Operative Time and Accrual of Postoperative Complications in Minimally Invasive Versus Open Myomectomy.

Autor: Applebaum J; Department of Obstetrics and Gynecology, Hospital of the University of Pennsylvania (Drs. Applebaum and Ewy), Philadelphia, Pennsylvania. Electronic address: Jeremy.applebaum@pennmedicine.upenn.edu., Kim EK; Division of Urogynecology, Department of Obstetrics and Gynecology, Brigham and Women's Hospital (Dr. Kim), Boston, Massachusetts., Ewy J; Department of Obstetrics and Gynecology, Hospital of the University of Pennsylvania (Drs. Applebaum and Ewy), Philadelphia, Pennsylvania., Humphries LA; Division of Reproductive Endocrinology and Infertility, Department of Obstetrics and Gynecology, Hospital of the University of Pennsylvania (Drs. Humphries and Shah), Philadelphia, Pennsylvania., Shah DK; Division of Reproductive Endocrinology and Infertility, Department of Obstetrics and Gynecology, Hospital of the University of Pennsylvania (Drs. Humphries and Shah), Philadelphia, Pennsylvania.
Jazyk: angličtina
Zdroj: Journal of minimally invasive gynecology [J Minim Invasive Gynecol] 2024 Sep; Vol. 31 (9), pp. 747-755. Date of Electronic Publication: 2024 May 11.
DOI: 10.1016/j.jmig.2024.05.010
Abstrakt: Study Objective: To compare the prevalence and accrual of 30-day postoperative complications by operative time for open myomectomy (OM) and minimally invasive myomectomy (MIM).
Design: Retrospective cohort study SETTING: Hospitals participating in the National Surgical Quality Improvement Program database from January 2015 to December 2021.
Patients: Female patients aged ≥18 years undergoing OM or MIM.
Interventions: Patients were categorized into OM and MIM cohorts. Covariates associated with operative time and composite complications were identified using general linear model and chi-square or Fisher's exact test as appropriate. Adjusted spline regression was performed as a test of linearity between operative time and composite complications. Adjusted risk ratios of 30-day postoperative individual, minor, major, and composite complications by 60-minute operative time increments were estimated using Poisson regression with robust error variance.

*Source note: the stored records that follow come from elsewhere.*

"""Large signal in the review: the first limit, its cause below f_H, and what is left out."""

from __future__ import annotations

import math
from pathlib import Path

import pytest

import boards
from tauledger.asked import Asked
from tauledger.engine.client import Engine
from tauledger.pipeline import review, review_network
from tauledger.record import Review
from tauledger.report.document import document
from tauledger.report.large_signal import first_limit, large_signal, slew_rate
from tauledger.report.layout import Prose, Table

FIXTURES = Path(__file__).parents[2] / "fixtures"


def reviewed(name: str, engine: Engine, swing_v: float | None = None) -> Review:
    return review(FIXTURES / name, engine=engine, asked=Asked(swing_v=swing_v))


def test_full_power_bandwidth_is_the_slew_rate_over_the_slope_of_a_sine(engine: Engine) -> None:
    facts = reviewed("mos_gain.cir", engine, 0.5).large_signal
    assert facts is not None
    assert (facts.swing_v, facts.asked) == (0.5, True)
    for node in facts.nodes:
        assert node.full_power_hz == pytest.approx(node.output_slew_v_per_s / (2 * math.pi * 0.5))
    assert [node.full_power_hz for node in facts.nodes] == sorted(node.full_power_hz for node in facts.nodes)


def test_one_volt_is_taken_where_no_amplitude_is_given_and_the_line_says_so(engine: Engine) -> None:
    found = reviewed("echo_preamp.cir", engine)
    assert found.large_signal is not None
    assert (found.large_signal.swing_v, found.large_signal.asked) == (1.0, False)
    assert "1 V peak" in first_limit(found)
    assert not [cause for cause in found.causes if cause.cause == "slews-first"]


def test_below_f_high_it_is_a_cause_with_the_ratio_as_its_effect_and_before_what_paper_left_out(engine: Engine) -> None:
    found = reviewed("cable_driver.cir", engine)
    cause = next(cause for cause in found.causes if cause.cause == "slews-first")
    assert found.large_signal is not None
    assert found.f_high is not None
    assert found.f_high.simulated_hz is not None
    assert cause.effect == pytest.approx(found.large_signal.nodes[0].full_power_hz / found.f_high.simulated_hz - 1)
    assert "only" in first_limit(found)
    assert [one.on_paper for one in found.causes] == sorted(one.on_paper for one in found.causes)


def test_a_small_swing_takes_the_cause_away(engine: Engine) -> None:
    found = reviewed("cable_driver.cir", engine, 0.1)
    assert not [cause for cause in found.causes if cause.cause == "slews-first"]
    assert "only" not in first_limit(found)


def test_beyond_its_standing_current_a_stage_is_said_to_be_cut_off(engine: Engine) -> None:
    assert "Q2 is cut off from 79" in first_limit(reviewed("line_driver.cir", engine))
    assert "cut off" not in first_limit(reviewed("line_driver.cir", engine, 0.5))


def test_without_transistors_or_with_a_network_alone_there_is_no_line(engine: Engine) -> None:
    assert reviewed("opamp_filter.cir", engine).large_signal is None
    alone = review_network(boards.weak_stage_with_large_bridge())
    assert alone.large_signal is None
    assert large_signal(alone).blocks == ()


def test_a_current_at_the_output_has_no_slew_rate_in_volts(engine: Engine, tmp_path: Path) -> None:
    path = tmp_path / "board.cir"
    cards = ["a current output", "VCC vcc 0 9", "VIN in 0 DC 0.7 AC 1", "RS in b 10k", "VOUT vcc c 0", "Q1 c b 0 qn"]
    path.write_text("\n".join([*cards, ".model qn npn(is=5e-15 bf=150 cje=8p cjc=4p)", ".end", ""]))
    found = review(path, engine=engine, output="i(vout)")
    assert found.midband.unit == "S"
    assert found.large_signal is None


def test_what_moves_a_transmission_line_is_not_judged(engine: Engine, tmp_path: Path) -> None:
    """A line is no capacitance: its far end is charged by what arrives, not by the follower at once."""
    lead = "C2 e lead 1u\nL1 lead out 200n"
    text = (FIXTURES / "cable_driver.cir").read_text(encoding="utf-8")
    assert lead in text
    path = tmp_path / "line.cir"
    path.write_text(text.replace(lead, "C2 e lead 1u\nR9 lead near 50\nT1 near 0 out 0 z0=50 td=20n"), encoding="utf-8")
    assert review(path, engine=engine).large_signal is None


def test_all_formats_tell_it(engine: Engine) -> None:
    found = reviewed("mos_gain.cir", engine)
    plain, verbose = large_signal(found), large_signal(found, verbose=True)
    assert [type(block) for block in plain.blocks] == [Prose]
    assert isinstance(verbose.blocks[-1], Table)
    section = next(section for section in document(found).sections if section.key == "large")
    assert len(section.blocks) == 2


@pytest.mark.parametrize(
    ("v_per_s", "written"), [(2.5e9, "2.5 V/ns"), (32.62e6, "32.6 V/µs"), (12e3, "0.012 V/µs"), (900.0, "0.9 V/ms")]
)
def test_slew_rates_are_written_as_data_sheets_do(v_per_s: float, written: str) -> None:
    assert slew_rate(v_per_s) == written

Measurements and Main Results: Of 27 728 patients, 11 071 underwent MIM and 16 657 underwent OM. Mean operative times (SD) were 164.6 (82.0) for MIM and 129.2 (67.0) for OM. Raw composite complication rates were 5.5% for MIM and 15.8% for OM. Adjusted spline regression demonstrated linearity between operative time and relative risk of composite postoperative complications for both MIM and OM. MIM had higher adjusted relative risk (aRR, 95% CI) compared to OM of blood transfusion (1.55, 1.45-1.64 versus 1.29, 1.25-1.34), overall minor complications (1.13, 1.03-1.23 versus 1.01, 0.92-1.10), and overall major complications (1.43, 1.35-1.51 versus 1.27, 1.12-1.32). Operative time had greater impact on risk of composite complications for MIM than OM, reaching aRR 2.0 at 296 minutes versus 461 minutes for OM.
Conclusion: OM has a higher overall rate of composite, minor, and major complications compared to MIM. While operative time is independently and linearly associated with postoperative complications with myomectomy regardless of approach, optimizing surgical efficiency for MIM may be more critical than for OM.